First, since we acquire anonymous mobile phone data from SafeGraph, the privacy policies applied should be considered by the end-user, as they may influence data uncertainty. The weekly flow data is derived from CBG to POI visitor flow metric. Please note that when a CBG has no visitors or has only one visitor who originate from that CBG to one POI, the visit between CBG to POI will not be recorded. If the CBG has two to four visitors who originate from that CBG to another POI, the visitor count will be recorded but shown as four to enhance differential privacy. Only when the CBG has more than five visitors whose home places inside the CBG to one POI will the real visitor count be displayed correctly. Consequently, the least number of visitors from a CBG to POI as well as the weekly flow data computed in one week is four. In addition, only when a visitor stays at a place (CBG or POI) for more than one minute will a “visit” be counted.

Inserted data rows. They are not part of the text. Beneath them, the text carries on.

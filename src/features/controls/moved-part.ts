/** Which part of which device a person has just moved, against how everything stood when the question was asked. */
import type { DeviceReading } from '../../runner/input/device-reading.ts';

export interface MovedPart {
  key: string;
  source: 'axis' | 'button';
  index: number;
  /** Reading before it was moved. */
  before: number;
}

/** Far enough that neither jitter nor a knock on the table counts. */
const AXIS_MOVE = 0.5;
const BUTTON_MOVE = 0.6;

/** The part that moved furthest since `before`; null when none has moved far enough. A device plugged in meanwhile counts from its first reading. */
export function movedPart(
  before: readonly DeviceReading[],
  now: readonly DeviceReading[],
  wanted: 'axis' | 'button',
): MovedPart | null {
  let found: MovedPart | null = null;
  let furthest = 0;
  const consider = (key: string, source: MovedPart['source'], index: number, from: number, share: number): void => {
    if (share < 1 || share <= furthest) return;
    furthest = share;
    found = { key, source, index, before: from };
  };
  for (const device of now) {
    const earlier = before.find(({ key }) => key === device.key);
    if (!earlier) continue;
    device.buttons.forEach(({ value, pressed }, index) => {
      const from = earlier.buttons[index]?.value ?? 0;
      if (wanted === 'button') {
        if (pressed && !earlier.buttons[index]?.pressed) consider(device.key, 'button', index, from, 1);
      } else if (value > 0 && value < 1) {
        // A button counts as an axis only while it reports how far it is pressed.
        consider(device.key, 'button', index, from, (value - from) / BUTTON_MOVE);
      }
    });
    if (wanted === 'axis')
      device.axes.forEach((value, index) => {
        const from = earlier.axes[index] ?? 0;
        consider(device.key, 'axis', index, from, Math.abs(value - from) / AXIS_MOVE);
      });
  }
  return found;
}
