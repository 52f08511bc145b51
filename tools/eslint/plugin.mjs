import { explainedAs } from './rules/explained-as.mjs';
import { fileShape } from './rules/file-shape.mjs';
import { layers } from './rules/layers.mjs';
import { noCycles } from './rules/no-cycles.mjs';
import { numericalDocstring } from './rules/numerical-docstring.mjs';
import { sharedPurity } from './rules/shared-purity.mjs';

/** The project's own rules under one name. */
export const sidewashPlugin = {
  meta: { name: 'sidewash' },
  rules: {
    layers,
    'no-cycles': noCycles,
    'shared-purity': sharedPurity,
    'numerical-docstring': numericalDocstring,
    'explained-as': explainedAs,
    'file-shape': fileShape,
  },
};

Such a relatively short time period may also affect the foot-traffic counting and cause data uncertainty.

Second, in terms of foot-traffic counting criteria, it should be noted that, for the daily flow data, it records the unique visitors to one CBG in one day, while for the weekly flow data it records the unique visitors to one POI in one week. Due to the different counting methods, the sum of daily flow data in one week (i.e., seven days) are not equal to the weekly flow data. For the daily flow data, which is computed directly based on the daily CBG to CBG visitor flows, it may underestimate the mobility flows to POIs within one CBG. That is, a visitor may visit more than one POI inside that CBG (e.g., different buildings in a campus) during the same day, it would still only be recorded once from the origin CBG to the destination CBG. For the weekly flow data, which is based on the weekly CBG to POI visitor flows, mobility flows to POIs in one week may be underestimated as a visitor may visit one POI multiple times (e.g., work places) in one week, which would only be counted once as we compute the unique visitor devices rather than raw visits.

In addition, visitor duplication may also exist when aggregating the flows from lower level spatial scales to upper level spatial scales (e.g., from CBG level to census tract scale, county scale, or state scale), and it may lead to the inflation of the inferred dynamic population flows. For example, a user may originate from his/her home CBG and visit two POIs (e.g., one coffee shop and one grocery store) which are located inside different CBGs but at the same census tract. Such a visitor should be counted as one unique visitor from the home census tract to the POI census tract. However, when aggregating the visits from CBG to CBG mobility flow to census tract to census tract mobility flow, because the individual travel behaviour cannot be traced, the mobility flows between these two census tract are counted as two and thereby inflate the real mobility flows.

Last but not least, data bias is a common issue for large-scale mobile phone data that may influence the representativeness of our produced dataset. While dynamic mobility flows are inferred from mobile phone applications by users, not everyone in the population has a mobile phone, and not everyone uses smartphone applications, especially elderly people and children. Given these differences in mobile phone usage, age groups and demographic composition might influence the estimated entire population mobility flows. With these caveats in mind, this data still provides important up-to-date mobility flow information at scale.

In conclusion, such a timely-produced dynamic O-D human flow dataset at different geographic scales can help deepen our understanding of human dynamics under this public health crisis, inform public health policy making, and support many other social sensing and transportation applications.

Ethical statement

An IRB review waiver certification (No. 2020-0690) was obtained from the University of Wisconsin-Madison Education and Social/Behavioral Science institutional research board. The anonymized and aggregated foot-traffic data that was used in the study does not involve human subjects as defined. We also follow all the data usage agreement with SafeGraph and the university data protection policy to ensure the security of the original data.